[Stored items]
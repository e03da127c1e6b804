import { checkNumber, InputError } from '../common/index.ts';
import { DEG, wrapAxialDeg } from '../common/index.ts';
import type { Image } from '../image/index.ts';
import type { OrientationField } from '../orientation/index.ts';
import { colourModel } from './colourModel.ts';
import { CellColours, EffectiveRetardanceReader } from './effectiveRetardance.ts';
import { NEUTRAL_CAMERA, type CameraCalibration } from './camera.ts';
import { calibrateFromBackground, type CalibrationOptions, type PlateCalibration } from './calibration.ts';
import { buildPlateLookup, type PlateLookup } from './lookupTable.ts';
import { checkColourImage, FULL_SCALE_LEVEL, linearLevelTable, type Rect } from './pixels.ts';
import { opticsKernel, OpticsLayout, type OpticsKernelExports } from '../wasm/index.ts';
import { registrationCheckOfImages, registrationShown, type RegistrationCheck } from './registration.ts';
import { resolveTrain, type OpticalTrain } from './train.ts';
import type { ReadingCounts } from './ranks.ts';

export interface PlatePairOptions {
  train?: Partial<OpticalTrain>;
  /**
   * How far the polariser-compensator-analyser assembly was turned for image B, deg (default +45). The
   * sample turned by -45 deg is optically the same, but a turned stage also turns the picture: image B
   * must then be turned back (registered) before this pixel-by-pixel reading.
   */
  turnDeg?: number;
  retardanceMaxNm?: number;
  birefringenceSign?: 1 | -1;
  background?: Rect;
  /** Sample-free rectangle in image B (default: the same as in A). */
  backgroundB?: Rect;
  calibration?: CalibrationOptions;
  camera?: CameraCalibration;
  /** Warn when the images are shifted by more than this, px (default 1). */
  maxShiftPx?: number;
  cacheBits?: number;
  /**
   * Pixels read below this retardance show no measurable sample (background): their angle is undefined
   * (confidence ~0), so they are masked and counted rather than averaged in. Default 20 nm; 0 keeps every pixel.
   */
  retardanceMinNm?: number;
}

export interface PlatePairReading {
  field: OrientationField;
  calibrationA: PlateCalibration | null;
  calibrationB: PlateCalibration | null;
  registration: RegistrationCheck;
  /** The field's usable pixels by their readings, for its statistics without another pass over the pixels. */
  counts: ReadingCounts;
}

/** The train of image B: polariser, analyser and compensator all turned by turnDeg. */
export function turnedTrain(t: OpticalTrain, turnDeg: number): OpticalTrain {
  return {
    ...t, polariserDeg: t.polariserDeg + turnDeg, analyserDeg: t.analyserDeg + turnDeg,
    compensator: t.compensator ? { ...t.compensator, axisDeg: t.compensator.axisDeg + turnDeg } : null,
  };
}

/**
 * Combines the first-order plate readings of two images, u = Gamma_eff,A - Gamma_p = Gamma cos 2(theta - a) and
 * w = Gamma_eff,B - Gamma_p = Gamma cos 2(theta - a - t) (plate axis a, turn t): with X = u and
 * Y = (w - u cos 2t) / sin 2t, theta = a + atan2(Y, X) / 2 and Gamma = hypot(X, Y). For t = 45 deg and a = 45 deg this is
 * theta = 1/2 atan2(u, -v), Gamma = sqrt(u^2 + v^2) with v = w (docs/methods.md §5.1 "Closed form"). Angles in degrees.
 */
export function combinePlatePair(uNm: number, wNm: number, compensatorDeg = 45, turnDeg = 45): { angleDeg: number; retardanceNm: number } {
  const t2 = 2 * turnDeg * DEG;
  const X = uNm, Y = (wNm - uNm * Math.cos(t2)) / Math.sin(t2);
  return { angleDeg: wrapAxialDeg(compensatorDeg + (0.5 * Math.atan2(Y, X)) / DEG), retardanceNm: Math.hypot(X, Y) };
}

/**
 * Two compensator images, the second with the assembly turned by 45 deg (docs/methods.md §5): the full
 * orientation over 180 deg and the retardance per pixel. Candidates: the closed-form first-order reading (each
 * image's effective retardance from its colour) and, along every second angle row of the exact spectral lookup,
 * the retardance that best explains either image; the best candidate by the summed Lab distance of both images is
 * refined locally (1 deg, 2 nm). Confidence combines residual, margin to the best distinct candidate (> 3 deg or
 * > 30 nm) and retardance (the angle is undefined as Gamma -> 0). Registration is checked by phase correlation.
 */
export function readPlatePair(imgA: Image, imgB: Image, options: PlatePairOptions = {}): PlatePairReading {
  checkColourImage(imgA, 'reading a compensator image');
  checkColourImage(imgB, 'reading a compensator image');
  if (imgA.width !== imgB.width || imgA.height !== imgB.height) {
    throw new InputError(`the two plate images differ in size (${imgA.width}x${imgA.height} and ${imgB.width}x${imgB.height})`, 'Take both images with the same camera settings');
  }
  const turn = checkNumber('turn between the images', options.turnDeg ?? 45, -180, 180, 'deg');
  if (Math.abs(Math.sin(2 * turn * DEG)) < 0.3) {
    throw new InputError(`a turn of ${turn} deg between the images cannot separate the angles`, 'Turn the assembly (or the sample) by 45 deg between the two images');
  }
  const gmax = checkNumber('maximum retardance', options.retardanceMaxNm ?? 800, 10, 3000, 'nm');
  const bits = checkNumber('cache bits', options.cacheBits ?? 6, 4, 7);
  const floorNm = checkNumber('smallest retardance read', options.retardanceMinNm ?? 20, 0, 500, 'nm');
  const sign = options.birefringenceSign ?? 1;
  const trainA = resolveTrain(options.train);
  if (!trainA.compensator) throw new InputError('the two-image reading needs a compensator in the train', 'Give the compensator retardance and angle');
  const warnings: string[] = [];
  const calib = (img: Image, rect: Rect | undefined, train: OpticalTrain) => rect ? calibrateFromBackground(img, rect, train, { camera: options.camera, ...options.calibration }) : null;
  const calA = calib(imgA, options.background, trainA);
  const trainB = turnedTrain(trainA, turn);
  const calB = calib(imgB, options.backgroundB ?? options.background, trainB);
  if (calA) trainA.compensator = { ...trainA.compensator, retardanceNm: calA.compensatorNm };
  if (calB) trainB.compensator = { ...trainB.compensator!, retardanceNm: calB.compensatorNm };
  if (!calA && !options.camera) warnings.push('no sample-free area: exposure and white balance were taken as they are; give one (--sample-free x,y,w,h) for a calibrated reading');
  const gpA = trainA.compensator.retardanceNm, gpB = trainB.compensator!.retardanceNm;
  const modelA = colourModel(trainA), modelB = colourModel(trainB);
  const readerA = EffectiveRetardanceReader.of(modelA, Math.max(0, gpA - gmax), gpA + gmax);
  const readerB = EffectiveRetardanceReader.of(modelB, Math.max(0, gpB - gmax), gpB + gmax);
  const cellsA = new CellColours(calA?.camera ?? options.camera ?? NEUTRAL_CAMERA, bits, readerA);
  const cellsB = new CellColours(calB?.camera ?? options.camera ?? NEUTRAL_CAMERA, bits, readerB);
  const lutA = buildPlateLookup(modelA, { retardanceMaxNm: gmax, birefringenceSign: sign, fullRange: true });
  const lutB = buildPlateLookup(modelB, { retardanceMaxNm: gmax, birefringenceSign: sign, fullRange: true });
  const n = imgA.width * imgA.height;
  const angleRad = new Float32Array(n), confidence = new Float32Array(n), retardanceNm = new Float32Array(n), mask = new Uint8Array(n), clipped = new Uint8Array(n);
  // cos 2 theta and sin 2 theta per pixel, made once per distinct reading (the order statistics read these).
  const cos2 = new Float32Array(n), sin2 = new Float32Array(n);
  const axis = trainA.compensator.axisDeg;
  const nA = lutA.anglesDeg.length, nR = lutA.retardancesNm.length, aStep = lutA.anglesDeg[1] - lutA.anglesDeg[0], rStep = lutA.retardancesNm[1] - lutA.retardancesNm[0];
  // The pixels a block at a time in the optics kernel (src/wasm/opticsKernel.as.ts): pairCells gives each pixel the
  // entry of its pair of colour cells in a table of readings, listing the pairs met for the first time, which are read
  // here; pairWrite gives every pixel its entry's reading. Pixels with the same pair of cells get the same reading.
  const k = opticsKernel(), mem = new OpticsLayout(k), B = Math.min(n, PAIR_BLOCK_PX);
  const search = new PairSearch(lutA, lutB, 1 << (3 * bits), mem);
  const rgbAt = mem.reserve(24 * B), clipAt = mem.reserve(B), hitsAt = mem.reserve(4 * B), cellsBAt = mem.reserve(4 * B), freshAt = mem.reserve(4 * B), countsAt = mem.reserve(4);
  const cacheAt = mem.reserve(12 * PAIR_CACHE_ENTRIES), sumAt = mem.reserve(8);
  const outAt = [0, 1, 2, 3, 4].map(() => mem.reserve(4 * B)), maskAt = mem.reserve(B);
  const levelsAAt = imgA.encoding === 'linear' ? mem.reserve(4 * 4097) : 0, levelsBAt = imgB.encoding === 'linear' ? mem.reserve(4 * 4097) : 0;
  // The table is laid out last; when it would be more than half full its entries move to a table twice the size laid
  // out after it, which is then copied down to where the table starts.
  let shift = 32 - 12, entries = 0;
  const tableAt = mem.reserve(PAIR_ENTRY_BYTES << (32 - shift));
  mem.commit();
  search.load();
  if (levelsAAt) mem.i32(levelsAAt, 4097).set(linearLevelTable(bits));
  if (levelsBAt) mem.i32(levelsBAt, 4097).set(linearLevelTable(bits));
  mem.i32(tableAt, (PAIR_ENTRY_BYTES / 4) << (32 - shift)).fill(-1);
  mem.i32(cacheAt, 3 * PAIR_CACHE_ENTRIES).fill(-1);
  mem.i32(countsAt, 1).fill(0);
  mem.f64(sumAt, 1).fill(0);
  let belowFloor = 0, masked = 0;
  for (let i0 = 0; i0 < n; i0 += B) {
    const len = Math.min(B, n - i0), i1 = i0 + len;
    while (2 * (entries + len) > 1 << (32 - shift)) {
      const size = PAIR_ENTRY_BYTES << (33 - shift), to = mem.reserve(size);
      mem.commit();
      mem.i32(to, size / 4).fill(-1);
      k.pairRehash(tableAt, shift, to, shift - 1);
      new Uint8Array(k.memory.buffer).copyWithin(tableAt, to, to + size);
      mem.release(tableAt + size);
      shift--;
      // The cache holds entry offsets of the old table.
      mem.i32(cacheAt, 3 * PAIR_CACHE_ENTRIES).fill(-1);
    }
    [imgA, imgB].forEach((img, j) => { for (let c = 0; c < 3; c++) mem.f32(rgbAt + 4 * B * (3 * j + c), B).set(img.planes[c].subarray(i0, i1)); });
    mem.u8(clipAt, B).fill(0);
    const nFresh = k.pairCells(rgbAt, rgbAt + 4 * B, rgbAt + 8 * B, rgbAt + 12 * B, rgbAt + 16 * B, rgbAt + 20 * B, len, bits, FULL_SCALE_LEVEL, levelsAAt, levelsBAt,
      clipAt, tableAt, shift, cacheAt, hitsAt, cellsBAt, freshAt, countsAt);
    entries += nFresh;
    const fresh = mem.i32(freshAt, nFresh), ints = mem.i32(tableAt, (PAIR_ENTRY_BYTES / 4) << (32 - shift)), floats = mem.f32(tableAt, ints.length);
    // Each new cell's colour and its best retardance per angle row, all the block's new cells at once.
    for (let f = 0; f < nFresh; f++) {
      const o = fresh[f] >> 2, ca = ints[o], cb = ints[o + 1];
      cellsA.ensure(ca); cellsB.ensure(cb);
      search.need(ca, cellsA.lab, cb, cellsB.lab);
    }
    search.makeRows();
    for (let f = 0; f < nFresh; f++) {
      const o = fresh[f] >> 2, ca = ints[o], cb = ints[o + 1];
      // Candidates: the closed-form first-order reading, and along every angle row the retardance that best explains either image.
      const est = combinePlatePair(cellsA.eff[ca] - gpA, cellsB.eff[cb] - gpB, axis, turn);
      const estDeg = sign === -1 ? wrapAxialDeg(est.angleDeg - 90) : est.angleDeg;
      const bj = Math.round((wrapAxialDeg(estDeg) - lutA.anglesDeg[0]) / aStep) % nA;
      const bk = Math.min(nR - 1, Math.round(est.retardanceNm / rStep));
      const fine = search.read(cellsA.lab, ca, cellsB.lab, cb, bj, bk);
      const ret = fine.retardanceNm;
      const margin = Math.sqrt(fine.alternative / 2) - fine.residual;
      // The angle is undefined as the retardance goes to zero; residual and margin say how well and how uniquely both colours fit.
      floats[o + 2] = wrapAxialDeg(fine.angleDeg) * DEG; floats[o + 3] = ret;
      floats[o + 4] = Math.exp(-fine.residual / 10) * (1 - Math.exp(-margin / 4)) * (ret * ret) / (ret * ret + 400);
      // Of the float32 angle, as the order statistics would make them from the field's angles.
      floats[o + 5] = Math.cos(2 * floats[o + 2]); floats[o + 6] = Math.sin(2 * floats[o + 2]);
      ints[o + 7] = ret < floorNm ? 1 : 0;
    }
    const below = k.pairWrite(hitsAt, len, tableAt, outAt[0], outAt[1], outAt[2], outAt[3], outAt[4], maskAt, sumAt);
    belowFloor += below;
    const unusable = mem.i32(countsAt, 1)[0] - masked;
    masked += unusable;
    [angleRad, retardanceNm, confidence, cos2, sin2].forEach((a, j) => a.set(mem.f32(outAt[j], len), i0));
    // Mask and clipped flags only where the block has some (the arrays' untouched pages take no memory).
    if (below + unusable < len) mask.set(mem.u8(maskAt, len), i0);
    if (unusable > 0) clipped.set(mem.u8(clipAt, len), i0);
  }
  const counts = readingCountsOfTable(mem.i32(tableAt, (PAIR_ENTRY_BYTES / 4) << (32 - shift)), mem.f64(sumAt, 1)[0]);
  if (masked > 0) warnings.push(`${masked} pixels at full scale (clipped) or invalid in one of the images were masked`);
  if (belowFloor > 0) warnings.push(`${belowFloor} pixels read below ${floorNm} nm (no measurable sample) were masked (${((100 * belowFloor) / n).toFixed(1)} %)`);
  const registration = registrationCheckOfImages(imgA, imgB);
  const maxShift = options.maxShiftPx ?? 1;
  if (!registrationShown(registration)) {
    warnings.push('the two images share too little structure to check that they line up (a shift along straight channel walls cannot be seen): make sure nothing moved between them');
  } else if (registration.shiftPx > maxShift) {
    warnings.push(`the two images are shifted by ${registration.shiftPx.toFixed(1)} px (dx ${registration.dxPx.toFixed(1)}, dy ${registration.dyPx.toFixed(1)}): register them before a pixel-by-pixel reading`);
  }
  const field: OrientationField = {
    width: imgA.width, height: imgA.height, angleRad, confidence, mask, retardanceNm, clipped, cos2, sin2,
    method: 'plate-pair', ambiguity: 'none', pixelSizeUmPerPx: imgA.pixelSizeUmPerPx,
    options: {
      polariserDeg: trainA.polariserDeg, analyserDeg: trainA.analyserDeg, compensatorDeg: axis, compensatorNmA: gpA, compensatorNmB: gpB,
      turnDeg: turn, illuminant: trainA.illuminant, retardanceMaxNm: gmax, birefringenceSign: sign, cacheBits: bits, retardanceMinNm: floorNm,
    },
    warnings,
  };
  return { field, calibrationA: calA, calibrationB: calB, registration, counts };
}
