"""Published sources the built-in calcs cite, named once so every page cites them the same way."""

from dossier.findings import Source

IEC_60664_1 = Source(
    title="IEC 60664-1, Insulation coordination for equipment within low-voltage supply systems - Part 1: Principles, requirements and tests",
    publisher="International Electrotechnical Commission",
    edition="edition 3.0, 2020",
)
IEC_60127_1 = Source(
    title="IEC 60127-1, Miniature fuses - Part 1: Definitions for miniature fuses and general requirements for miniature fuse-links",
    publisher="International Electrotechnical Commission",
)
IEC_60205 = Source(
    title="IEC 60205, Calculation of the effective parameters of magnetic piece parts",
    publisher="International Electrotechnical Commission",
)
IEC_60028 = Source(
    title="IEC 60028, International standard of resistance for copper",
    publisher="International Electrotechnical Commission",
)
ASTM_B258 = Source(
    title="ASTM B258, Standard Specification for Standard Nominal Diameters and Cross-Sectional Areas of AWG Sizes of Solid Round Wires Used as Electrical Conductors",
    publisher="ASTM International",
)
IEC_60317 = Source(
    title="IEC 60317 series, Specifications for particular types of winding wires",
    publisher="International Electrotechnical Commission",
)
IEC_60384_14 = Source(
    title="IEC 60384-14, Fixed capacitors for use in electronic equipment - Part 14: Sectional specification - Fixed capacitors for electromagnetic interference suppression and connection to the supply mains",
    publisher="International Electrotechnical Commission",
)
FUSEOLOGY = Source(
    title="Fuseology Selection Guide",
    publisher="Littelfuse",
    kind="application-note",
)
BU_403 = Source(
    title="BU-403: Charging Lead Acid",
    publisher="Battery University (Cadex Electronics)",
    kind="reference",
)
IET_INSERVICE_COP = Source(
    title="Code of Practice for In-service Inspection and Testing of Electrical Equipment",
    publisher="The Institution of Engineering and Technology (IET)",
    kind="handbook",
)
DIN_EN_50678 = Source(
    title="DIN EN 50678 (VDE 0701), General procedure for verifying the effectiveness of the protective measures of electrical equipment after repair; earlier DIN VDE 0701-0702:2008",
    publisher="DKE / VDE",
    edition="2021",
)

• [What the exercise asks]
Check every line of the entries above, and copy those that carry the string "height".

• [Solution to this exercise]
  if (imgA.width !== imgB.width || imgA.height !== imgB.height) {
    throw new InputError(`the two plate images differ in size (${imgA.width}x${imgA.height} and ${imgB.width}x${imgB.height})`, 'Take both images with the same camera settings');
  const n = imgA.width * imgA.height;
    width: imgA.width, height: imgA.height, angleRad, confidence, mask, retardanceNm, clipped, cos2, sin2,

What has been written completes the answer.